Perusahaan mencatat, beberapa kali terjadi pemanenan buah sawit oleh warga yang mengaku memiliki sertifikat di atas lahan yang secara fisik dikuasai dan dikelola perusahaan.
“Padahal secara perizinan dan perolehan lahan, penguasaan oleh perusahaan dilakukan sesuai ketentuan, melalui ganti rugi tanah dan tanam tumbuh yang sah, terbuka, dan disepakati,” ujarnya.

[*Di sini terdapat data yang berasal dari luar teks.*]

def cell_linear_predictor(posterior: xr.Dataset, study: StudyData) -> np.ndarray:
    """(S, cell) logit p_ij of the observed cells under the crossed logit family."""
    cells = study.cells
    part = cells["part_index"].to_numpy()
    app = cells["appraiser_index"].to_numpy()
    eta = part_linear_predictor(posterior, study)[:, part]
    if "appraiser_effect" in posterior:
        eta = eta + _draws(posterior, "appraiser_effect")[:, app]
    if "interaction_effect" in posterior:
        eta = eta + _draws(posterior, "interaction_effect")
    return eta


def beta_binomial_parameters(
    posterior: xr.Dataset, study: StudyData
) -> tuple[np.ndarray, np.ndarray]:
    """(S, part) pi_i and phi (per part, broadcast when shared) of the beta-binomial family."""
    pi = expit(part_linear_predictor(posterior, study))
    rho = _draws(posterior, "rho")
    rho = rho[:, None] if rho.ndim == 1 else rho
    return pi, np.broadcast_to(1.0 / rho - 1.0, pi.shape)


def latent_logit(posterior: xr.Dataset, study: StudyData, rng: np.random.Generator) -> LatentDraws:
    n_parts, n_app = len(study.parts), len(study.appraisers)
    eta_part = part_linear_predictor(posterior, study)
    s = eta_part.shape[0]
    b = _optional(posterior, "appraiser_effect", (s, n_app))
    sigma_b = _optional(posterior, "sigma_appraiser", (s,))
    sigma_c = _optional(posterior, "sigma_interaction", (s,))
    # Cells without calls get c_ij from its prior given sigma_c: the posterior of
    # an unobserved interaction effect.
    c = rng.standard_normal((s, n_parts, n_app)) * sigma_c[:, None, None]
    if "interaction_effect" in posterior:
        cells = study.cells
        c[:, cells["part_index"].to_numpy(), cells["appraiser_index"].to_numpy()] = _draws(
            posterior, "interaction_effect"
        )
    eta = eta_part[:, :, None] + b[:, None, :] + c
    p, q = expit(eta), expit(-eta)
    population = decompose_population_logit(eta_part, np.sqrt(sigma_b**2 + sigma_c**2))
    if "sigma_appraiser" in posterior and "sigma_interaction" in posterior:
        population.update(split_reproducibility_logit(eta_part, sigma_b, sigma_c))
    cells = study.cells
    part, app = cells["part_index"].to_numpy(), cells["appraiser_index"].to_numpy()
    n, k = cells["n"].to_numpy(), cells["s"].to_numpy()
    if "interaction_effect" in posterior:
        # Leave-one-cell-out needs the cell's likelihood with its own interaction
        # effect integrated out: that effect is informed by the cell alone.
        log_lik = integrated_cell_log_lik(eta_part[:, part] + b[:, app], sigma_c, n, k)
    else:
        eta_cell = eta[:, part, app]
        log_lik = _log_binom_coef(n, k) + k * log_expit(eta_cell) + (n - k) * log_expit(-eta_cell)
    return LatentDraws(p, population, log_lik, q_study=q)


def integrated_cell_log_lik(
    eta: np.ndarray, sigma: np.ndarray, n: np.ndarray, k: np.ndarray
) -> np.ndarray:
    """log of the integral of Binomial(k | n, expit(eta + c)) N(c; 0, sigma^2) dc per cell.

    ``eta`` (S, cell), ``sigma`` (S,). Trapezoid rule on the standard normal scale
    with a step that resolves the likelihood's peak (width about 2/(sigma sqrt(n)) in
    standard units): geometric convergence for this smooth integrand; checked
    against scipy.integrate.quad in the tests.
    """
    from bayes_rr.kernels import log_integrated_binomial

    sigma = np.asarray(sigma, dtype=float)
    peak = 0.7 / (max(float(sigma.max()), 1e-9) * math.sqrt(max(int(n.max()), 1)))
    count = min(401, math.ceil(17 / min(0.5, peak)) + 1)
    u = np.linspace(-8.5, 8.5, count)
    log_w = -0.5 * u * u - 0.5 * math.log(2 * math.pi) + math.log(u[1] - u[0])
    out = log_integrated_binomial(eta, sigma, n, k, u, log_w)
    return out + _log_binom_coef(n, k)


def _log_binom_coef(n: np.ndarray, k: np.ndarray) -> np.ndarray:
    return gammaln(n + 1) - gammaln(k + 1) - gammaln(n - k + 1)


def latent_beta_binomial(
    posterior: xr.Dataset, study: StudyData, rng: np.random.Generator
) -> LatentDraws:
    n_parts, n_app = len(study.parts), len(study.appraisers)
    pi, phi = beta_binomial_parameters(posterior, study)
    n = np.zeros((n_parts, n_app))
    k = np.zeros((n_parts, n_app))
    cells = study.cells
    n[cells["part_index"], cells["appraiser_index"]] = cells["n"]
    k[cells["part_index"], cells["appraiser_index"]] = cells["s"]
    # Conjugate draws of p_ij given pi_i, phi and the cell's counts (estimands.md).
    alpha = (pi * phi)[:, :, None] + k[None]
    beta = ((1 - pi) * phi)[:, :, None] + (n - k)[None]
    p, q = beta_draws(rng, alpha, beta)
    part = cells["part_index"].to_numpy()
    log_lik = stats.betabinom.logpmf(
        cells["s"].to_numpy(),
        cells["n"].to_numpy(),
        (pi * phi)[:, part],
        ((1 - pi) * phi)[:, part],
    )
    return LatentDraws(p, decompose_population_beta(pi, phi), log_lik, q_study=q)


def _population_by_status(
    eta_part: np.ndarray, status: np.ndarray, sigma_b: np.ndarray, sigma_c: np.ndarray,
    split: bool,
) -> dict[str, np.ndarray]:  # fmt: skip
    """Population decomposition per part when the appraiser scale depends on the part's
    status (``sigma_b`` (S, 2)): parts of each status are integrated with their scale."""
    out: dict[str, np.ndarray] = {}
    for r in (0, 1):
        sel = np.flatnonzero(status == r)
        if sel.size == 0:
            continue
        pieces = decompose_population_logit(
            eta_part[:, sel], np.sqrt(sigma_b[:, r] ** 2 + sigma_c**2)
        )
        if split:
            pieces.update(split_reproducibility_logit(eta_part[:, sel], sigma_b[:, r], sigma_c))
        for key, values in pieces.items():
            out.setdefault(key, np.empty(eta_part.shape))[:, sel] = values
    return out
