def print_fit(summary: dict, classical: dict | None) -> None:
    """Study-level table, plain readings and the classical estimates beside the posterior.

    A fit that failed the convergence gate prints why and what to do, and no result
    numbers; results the design cannot inform are marked instead of printed.
    """
    diag = summary["diagnostics"]
    if not diag["ok"]:
        out.print("NOT CONVERGED: no results are shown, and those written must not be used.",
                  style="bold red")  # fmt: skip
        for reason in diag["reasons"]:
            out.print(f"  reason: {reason}")
        for advice in diag["advice"]:
            out.print(f"  advice: {advice}")
        return
    for warning in diag["warnings"]:
        out.print(f"warning: {warning}")
    prob = summary["prob"]
    kind = "HDI" if summary["interval"] == "hdi" else "equal-tailed"
    if summary.get("wrong_calls"):
        print_rates(summary)
    if any(r["key"].startswith("effective_limit[") for r in summary["estimands"]):
        print_curves(summary)
    if not any(r["level"] == "study" and r["key"] == "rr_variance" for r in summary["estimands"]):
        _print_footer(summary, diag)
        return
    table = Table(
        title=f"Study level, model {summary['model']['name']}",
        caption=f"posterior mean, then its {prob:.0%} {kind} interval; classical: the "
        "corrected moment estimate, the plug-in one in brackets",
    )
    table.add_column("quantity")
    table.add_column("the study's appraisers", justify="right")
    table.add_column("a new appraiser", justify="right")
    from bayes_rr.core import glossary

    table.add_column("classical", justify="right")
    rows = {(r["key"], r["scope"]): r for r in summary["estimands"] if r["level"] == "study"}
    plug = (classical or {}).get("classical", {}).get("plug_in", {}).get("study", {})
    corr = (classical or {}).get("classical", {}).get("corrected", {}).get("study", {})

    def cell(key: str, scope: str) -> str:
        row = rows.get((key, scope))
        if row is None or row["mean"] is None:
            return "-"
        note = row.get("note") or ""
        # Short words that fit a narrow column; the notes below the table say why.
        if note.startswith("set by the prior"):
            return "prior only"
        if note.startswith("fixed by construction"):
            return "by design"
        # mean above its interval: the columns stay narrow enough for 80 columns
        return f"{row['mean']:.4f}\n{row['lower']:.4f}-{row['upper']:.4f}"

    for key in (
        "rr_variance",
        "repeatability_variance",
        "reproducibility_variance",
        "reproducibility_share",
        "repeat_disagreement",
        "cross_disagreement",
        "appraiser_bias_variance",
        "interaction_variance",
    ):
        if (key, "study") not in rows and (key, "population") not in rows:
            continue
        table.add_row(
            glossary.name(key),
            cell(key, "study"),
            cell(key, "population"),
            f"{_num(corr.get(key), 4)}\n({_num(plug.get(key), 4)})" if key in corr else "-",
        )
    out.print(table)
    for sentence in summary["readings"]:
        out.print(sentence)
    _print_footer(summary, diag)


def print_criteria(summary: dict) -> None:
    for row in summary.get("criteria", []):
        out.print(f"criterion: {row['sentence']}", style=None if row["met"] else "bold")


def _print_footer(summary: dict, diag: dict) -> None:
    print_criteria(summary)
    for sentence in (summary.get("comparisons") or {}).get("sentences", []):
        out.print(f"appraisers: {sentence}")
    for limitation in summary.get("limitations", []):
        out.print(f"note: {limitation['sentence']}")
    from bayes_rr.priors.sensitivity import HEADLINE_KEYS, sentences

    earlier = summary.get("prior_from")
    block = summary.get("prior_sensitivity") or {}
    for sentence in sentences(block, bool(earlier), HEADLINE_KEYS):
        out.print(f"prior: {sentence}")
    if earlier:
        out.print(f"earlier study: {earlier_sentence(earlier)}")
    out.print(
        f"r_hat max {diag['max_r_hat']:.3f}, ESS min bulk {diag['min_ess_bulk']:.0f} / "
        f"tail {diag['min_ess_tail']:.0f}, divergences {diag['divergences']}, "
        f"E-BFMI min {diag['min_bfmi']:.2f}"
    )


def earlier_sentence(block: dict) -> str:
    """The earlier study carried in, and how closely its approximation follows it."""
    rows = block["parameters"]
    carried = [r for r in rows if r["carried"]]
    text = (
        f"the fit {block['fit']} carried in as prior with weight {block['weight']:g}; "
        f"{len(carried)} of {len(rows)} hyper-parameters carried"
    )
    if rows:
        worst = max(rows, key=lambda r: r["quantile_gap"])
        text += (
            f"; the approximation's largest quantile gap is {worst['quantile_gap']:.3f} "
            f"({worst['label']})"
        )
    return text + "."


def _percent_interval(row: dict | None) -> str:
    if row is None or row["mean"] is None:
        return "-"
    return f"{row['mean']:.1%} ({row['lower']:.1%}-{row['upper']:.1%})"


def _value(row: dict | None) -> str:
    if row is None or row["mean"] is None:
        return "-"
    return f"{row['mean']:.4g} ({row['lower']:.4g} to {row['upper']:.4g})"


def print_curves(summary: dict) -> None:
    """Each appraiser's effective limit(s) and transition width (call-curve model)."""
    rows = {(r["key"], r["scope"], r["level"], r["appraiser"]): r for r in summary["estimands"]}
    keys = sorted({r["key"] for r in summary["estimands"] if r["key"].startswith("effective")})
    table = Table(title="Where each appraiser puts the limit (units of the reference value)")
    table.add_column("appraiser")
    for key in keys:
        table.add_column(key.replace("_", " ").replace("[side=", " (").replace("]", ")"))
    table.add_column("transition width")
    for name in summary["design"]["appraiser_names"]:
        table.add_row(
            name,
            *(_value(rows.get((key, "study", "appraiser", name))) for key in keys),
            _value(rows.get(("transition_width", "study", "appraiser", name))),
        )
    out.print(table)
    for key in keys:
        spread = rows.get((key.replace("effective_limit", "limit_spread"), "study", "system", None))
        if spread is not None:
            out.print(f"spread of the effective limits over these appraisers: {_value(spread)}")


def print_rates(summary: dict) -> None:
    """The wrong-call rates first: in words, then per appraiser and for the system."""
    wrong = summary["wrong_calls"]
    if wrong.get("weak_identification"):
        out.print(f"warning: {wrong['weak_identification']}", style="bold")
    for sentence in wrong["readings"]:
        out.print(sentence)
    rows = {
        (r["key"], r["scope"], r["level"], r["appraiser"]): r
        for r in summary["estimands"]
        if r["level"] in ("appraiser", "system")
    }
    prob = summary["prob"]
    columns = [
        (key, label)
        for key, label in (("false_reject_rate", "false reject rate"),
                           ("false_accept_rate", "false accept rate"),
                           ("reference_agreement", "agreement with status"))
        if any(k[0] == key for k in rows)
    ]  # fmt: skip
    kind = "highest density" if summary["interval"] == "hdi" else "equal-tailed"
    table = Table(title=f"Wrong calls, study's parts ({prob:.0%} {kind} intervals)")
    table.add_column("appraiser")
    for _, label in columns:
        table.add_column(label, justify="right")
    lines = [(name or "all appraisers", "study", "appraiser" if name else "system", name)
             for name in [*summary["design"]["appraiser_names"], None]]  # fmt: skip
    lines.append(("a new appraiser", "population", "system", None))
    for label, scope, level, name in lines:
        cells = [_percent_interval(rows.get((key, scope, level, name))) for key, _ in columns]
        if any(cell != "-" for cell in cells):  # a model may give no population rates
            table.add_row(label, *cells)
    out.print(table)


def production_distribution(mean: float | None, sd: float | None, values: Path | None):
    """The production distribution of the reference value given by the options, or None."""
    from bayes_rr.families.curves import Production

    if values is not None:
        if mean is not None or sd is not None:
            raise DataError("give --production-values or --production-mean/-sd, not both")
        from bayes_rr.study.data import read_values

        return Production(values=read_values(values))
    if mean is None and sd is None:
        return None
    if mean is None or sd is None or not sd > 0:
        raise DataError(
            f"--production-mean {mean} --production-sd {sd}: give both, with a positive sd"
        )
    return Production(mean, sd)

Menanggapi isu pengelolaan lahan di luar HGU, Idit menjelaskan bahwa pada tahap awal pengembangan kebun, tidak seluruh area operasional langsung berstatus HGU final. Ada lahan yang masih dalam tahap penyesuaian batas, pengukuran ulang, atau verifikasi administrasi.
“Penetapan HGU itu sangat teknis. Tidak semua lahan langsung masuk dalam satu peta final,” katanya.
Terkait kemitraan plasma, perusahaan menyebut skema tersebut dibangun atas dasar kesepakatan bersama dan dikelola melalui koperasi. Tantangan di lapangan diakui ada, mulai dari manajemen hingga fluktuasi harga komoditas sawit yang memengaruhi hasil petani.
PT Duta Agro Prima menyatakan menghormati langkah masyarakat yang menempuh jalur hukum maupun administratif. Perusahaan juga menyambut baik keterlibatan ATR/BPN untuk melakukan klarifikasi dan verifikasi atas laporan yang masuk.
“Kami percaya negara memiliki mekanisme untuk menyelesaikan persoalan agraria secara adil dan profesional,” tutup Idit.
PT Duta Agro Prima menegaskan komitmennya untuk terus membangun komunikasi dengan tokoh adat, pemerintah daerah, dan masyarakat demi mencari solusi terbaik yang tidak merugikan pihak mana pun.